Renewal of the battle over abortion may decide whether or not euthanasia becomes legal. If there are constraints introduced on the carrying out of abortions, this may act as a disincentive to the euthanasia lobby. On the other hand, if abortion is reinforced as the unchallengeable right of every woman for the sake of convenience, the push for euthanasia may gain momentum.
The term, “euthanasia”, is itself widely misunderstood and misused. It properly refers to the intentional hastening of a person’s death in order to relieve that person’s suffering. It does not include withholding life-sustaining treatment judged to be therapeutically useless or overly burdensome. Nor does it include providing treatment for the relief of symptoms of illness, when that treatment may have the indirect effect of hastening a person’s death.
The moral argument about euthanasia, and abortion, revolves around the notion of the inviolability of human life, which is a common morality of the great civilisations as expressed in the moral tenets of Christianity, Islam, Judaism and the great eastern religions, such as Confucianism. In the West, it is recognised in Common Law tradition, in international human rights instruments and in the mainstream tradition of health care as expressed in codes of medical and nursing ethics. So the objection to euthanasia derives from that moral outlook which is itself the fruit of a view about God and thus, it is now seen as one of those “bonds” that the God-haters desire to “tear apart”. Euthanasia is at the forefront of the battle to excise the Judeo/Christian worldview from Australian society.
The Christian then, besides having the spiritual conviction that euthanasia is opposed to the will of God, must also be armed with rational arguments to persuade those to whom spiritual convictions are odious. In Australia, for example, euthanasia is often put forward as the most compassionate way of dealing with terminal or chronic illness. Many people with painful memories of loved ones suffering are among the strongest advocates of legalising euthanasia. But we should be careful about allowing public policy to be directed by emotive and personal experiences. Rather we should be seeking more creative responses to illness, suffering and dying through access to palliative care which can relieve the pain and distress of terminal illness.
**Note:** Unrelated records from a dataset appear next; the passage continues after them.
//! The SPK reader against jplephem (PyPI) on an excerpt of JPL DE421 (from the
//! PyPI package skyfield-data); fixtures made by tests/data/de421/gen.py.

mod common;
use common::*;

use latens::ephemeris::{Body, Ephemeris, EphemerisError, SpkFile};

fn excerpt() -> SpkFile {
    SpkFile::open(&data_path("de421/excerpt.bsp")).unwrap()
}

#[test]
fn every_segment_matches_jplephem_to_a_millimetre() {
    let spk = excerpt();
    let rows = read_rows("de421/spk_states.csv");
    assert!(rows.len() >= 200 * 15);
    let (mut worst_pos_m, mut worst_vel_mm_s): (f64, f64) = (0.0, 0.0);
    for row in &rows {
        let et = num(row, "et_s");
        let target = num(row, "target") as i32;
        let center = num(row, "center") as i32;
        // Evaluate the single segment: chain both ends to the barycentre.
        let (p, v) = spk.state_km(target, center, et).unwrap();
        let dp =
            ((p.x - num(row, "x_km")).powi(2) + (p.y - num(row, "y_km")).powi(2) + (p.z - num(row, "z_km")).powi(2))
                .sqrt();
        let dv = ((v.x - num(row, "vx_km_s")).powi(2)
            + (v.y - num(row, "vy_km_s")).powi(2)
            + (v.z - num(row, "vz_km_s")).powi(2))
        .sqrt();
        worst_pos_m = worst_pos_m.max(dp * 1000.0);
        worst_vel_mm_s = worst_vel_mm_s.max(dv * 1e6);
    }
    eprintln!("SPK vs jplephem: max position error {worst_pos_m:.3e} m, velocity {worst_vel_mm_s:.3e} mm/s");
    // Required: 1 m. Both evaluate the same Chebyshev series; the measured 7 mm
    // is the float rounding of positions of 5e9 km (Pluto), 1.4e-15 relative.
    assert!(worst_pos_m <= 1e-2, "position off by {worst_pos_m} m");
    assert!(worst_vel_mm_s <= 1e-3, "velocity off by {worst_vel_mm_s} mm/s");
}

#[test]
fn type_3_segment_is_read() {
    let spk = excerpt();
    assert!(spk.segments().iter().any(|s| s.data_type == 3 && s.target == 90005));
}

#[test]
fn heliocentric_earth_chains_emb_and_sun() {
    // Earth - Sun = (EMB - SSB) + (Earth - EMB) - (Sun - SSB), from the fixture rows.
    let spk = excerpt();
    let rows = read_rows("de421/spk_states.csv");
    let et = num(&rows[5], "et_s");
    let pick = |t: i32, c: i32| {
        let r = rows
            .iter()
            .find(|r| num(r, "et_s") == et && num(r, "target") as i32 == t && num(r, "center") as i32 == c)
            .unwrap();
        [num(r, "x_km"), num(r, "y_km"), num(r, "z_km")]
    };
    let (emb, earth, sun) = (pick(3, 0), pick(399, 3), pick(10, 0));
    let s = spk.heliocentric_state(Body::Earth, et / 86400.0).unwrap();
    for k in 0..3 {
        let want_au = (emb[k] + earth[k] - sun[k]) / 149_597_870.7;
        compare("heliocentric Earth", s.position_au.to_array()[k], want_au, METRE_AU, "au");
    }
}

#[test]
fn out_of_coverage_names_body_epoch_and_span() {
    let spk = excerpt();
    let err = spk.heliocentric_state(Body::Jupiter, 20_000.0).unwrap_err();
    assert!(matches!(err, EphemerisError::OutOfRange { .. }));
    let text = err.to_string();
    assert!(
        text.contains("jupiter")
            && text.contains("2054-")
            && text.contains("2000-01-01")
            && text.contains("2025-01-01"),
        "{text}"
    );
    let err = spk.heliocentric_state(Body::Pluto, 0.0);
    assert!(err.is_ok(), "Pluto barycentre is in DE421");
}

#[test]
fn not_an_spk_file_is_a_clear_error() {
    let err = SpkFile::open(&data_path("time/utc_tdb.csv")).unwrap_err().to_string();
    assert!(err.contains("utc_tdb.csv") && err.contains("not an SPK file"), "{err}");
    let err = SpkFile::open(&data_path("de421/missing.bsp")).unwrap_err().to_string();
    assert!(err.contains("missing.bsp"), "{err}");
}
But, leaving God out of it, there are three reasons why euthanasia is a bad idea. Firstly, the experience of legalised euthanasia in Holland indicates that it is impossible to frame laws governing euthanasia that provide adequate safeguards against their abuse. Secondly, legalising euthanasia will put pressure on vulnerable people – the elderly, lonely, sick or distressed – to seek help to bring about their premature and unnatural death. We believe that the message society should be sending to its vulnerable and disadvantaged should be an assurance of love and support, not an invitation to seek untimely death. Thirdly, what message is the legalisation of euthanasia sending to our young people, at a time when our society is already characterised by a sense of hopelessness and discouragement. While society sheds crocodile tears over youth suicide, isn’t the legalisation of euthanasia really saying that when life gets too much for you, just pull the pin?